The other day I watched “San Andreas”, a movie including a lot of heroism, a portion of patriotism and plenty of natural disasters. For corporations disasters, in the different size and shapes they might have, is subject to Continuity Management, discovery recovery and for the prepared and proactive company this is an own discipline in their organization, securing the continuous business for the whole organizations based on risk and a lot more. But what about those really bad incidents that might happen, that are not disaster but causes a lot of problems, a corporate-wide service stopping or something similar, how do we treat those? There are no disaster recovery plans for these unfortunate events, because there is no disaster, just a really bad incident, or normally a set of bad incidents.
Ladies and gentlemen, I present to you, the glorious Major Incident Management (MIM) routine, the magic wand that will save you, be your life vest, when in the middle of an incident storm.
Let us first be sure about the difference between a Major incident and a disaster. The later normally means some sort of event, outside our control, sometimes called “Force majeure”, such as large power failure, earthquake, flood or other event that effectively will impact our business in a number of ways. A major incident is not a disaster but there are several similarities in regards to how we treat this different type of events.

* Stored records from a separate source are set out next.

import { readFileSync } from 'node:fs';
import { join } from 'node:path';
import { afterEach, beforeEach, describe, expect, it, vi } from 'vitest';
import { globalConfig } from 'zod/v4/core';

const web = join(import.meta.dirname, '..', '..', '..');
const script = readFileSync(join(web, 'public/first.js'), 'utf8');
const page = readFileSync(join(web, 'index.html'), 'utf8');
const systemIsDark = (matches: boolean) => vi.stubGlobal('matchMedia', () => ({ matches }));
/** Runs the script as the page does. */
const run = () => window.eval(script);

describe('what runs before the modules of a page', () => {
  const before = (globalThis as { __zod_globalConfig?: unknown }).__zod_globalConfig;
  beforeEach(() => {
    localStorage.clear();
    document.body.className = '';
  });
  afterEach(() => {
    (globalThis as { __zod_globalConfig?: unknown }).__zod_globalConfig = before;
    vi.unstubAllGlobals();
  });

  it('stands in the page before them', () => {
    expect(page.indexOf('src="/first.js"')).toBeGreaterThan(page.indexOf('<body>'));
    expect(page.indexOf('src="/first.js"')).toBeLessThan(page.indexOf('type="module"'));
  });

  it('shows the theme this device showed last, whatever the system says', () => {
    systemIsDark(true);
    localStorage.setItem('loopbay.theme', 'light');
    run();
    expect(document.body.classList.contains('bp6-dark')).toBe(false);
    localStorage.setItem('loopbay.theme', 'dark');
    run();
    expect(document.body.classList.contains('bp6-dark')).toBe(true);
  });

  it('follows the system where nothing was chosen', () => {
    systemIsDark(true);
    run();
    expect(document.body.classList.contains('bp6-dark')).toBe(true);
    systemIsDark(false);
    run();
    expect(document.body.classList.contains('bp6-dark')).toBe(false);
  });

  it('sets the very object that Zod reads when it makes a contract', () => {
    expect(globalConfig).toBe(before);
    systemIsDark(false);
    run();
    expect((globalThis as { __zod_globalConfig?: unknown }).__zod_globalConfig).toEqual({ jitless: true });
  });
});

For those of you that are not familiar with IT Service Management, what is referred to as an incident is something that disturbs or disrupts the normal operations of one/more IS/IT service(s), informally called a support ticket, issue or, well there are many names, that’s why we in ITSM decided to use the term Incident. Anyway, there is a process for managing incidents, including a set of activities to collect, manage and resolve the incident, normally reported from a business user. An incident can be more or less critical, depending on impact (how serious) and urgency (how much are we bleeding), which sets the temperature for this specific incident.
A major incident quickly passes through all defined levels of impact and/or urgency and basically triggers a specific routine created just to manage major incidents, to really focus on what has to be done.
Consider for a moment what happens when there are some big outages, with big impact, often perhaps the whole company is affected and/or very important business functions is with a limp or even totally stopped. People get mad, there are heated arguments and everyone are involved. In short, it becomes a circus, which is exactly the opposite of what we need in this very moment. The Major Incident routine is triggered and one of the already defined and trained MIM leads, that immediately pulls the right resources and forms a task force, it really doesn’t matter what these people were doing, the MIM procedure works like a sledgehammer, what the MIM lead ask for the MIM lead gets, it’s that simple.
The MIM routine also includes the communication procedures to use, whom to inform, when and so on. Simply to make sure that everyone is kept in the loop. Of course, the Service Desk is kept well informed to manage questions. All in all it creates the circumstances we need to efficiently resolve this incident and also manage the tense situation in general. Keeping people informed is the key to be left alone.
The MIM procedure should normally not be needed very often, if so you need to evaluate the robustness of your IT infrastructure. However, when these incidents happen we will know what to do, the roles and responsibilities are defined and this, luckily, rare event will be managed as effective as possible. As the organization matures there can even be specific MIM procedures for specific services, service areas or likewise, to be even faster to resolve this terrible situation. All MIM routines are always terminated by performing a lesson learned to document findings, and in most cases, a problem record is created to start digging why this even happened and try to find and eliminate the root cause.
So, the MIM routine is not frequently used but will surely save you a lot of problems when these bad incidents happens. Frankly, I would say that an IT service provider that does not have at least a general MIM procedure needs to get in the game, stay proactive people!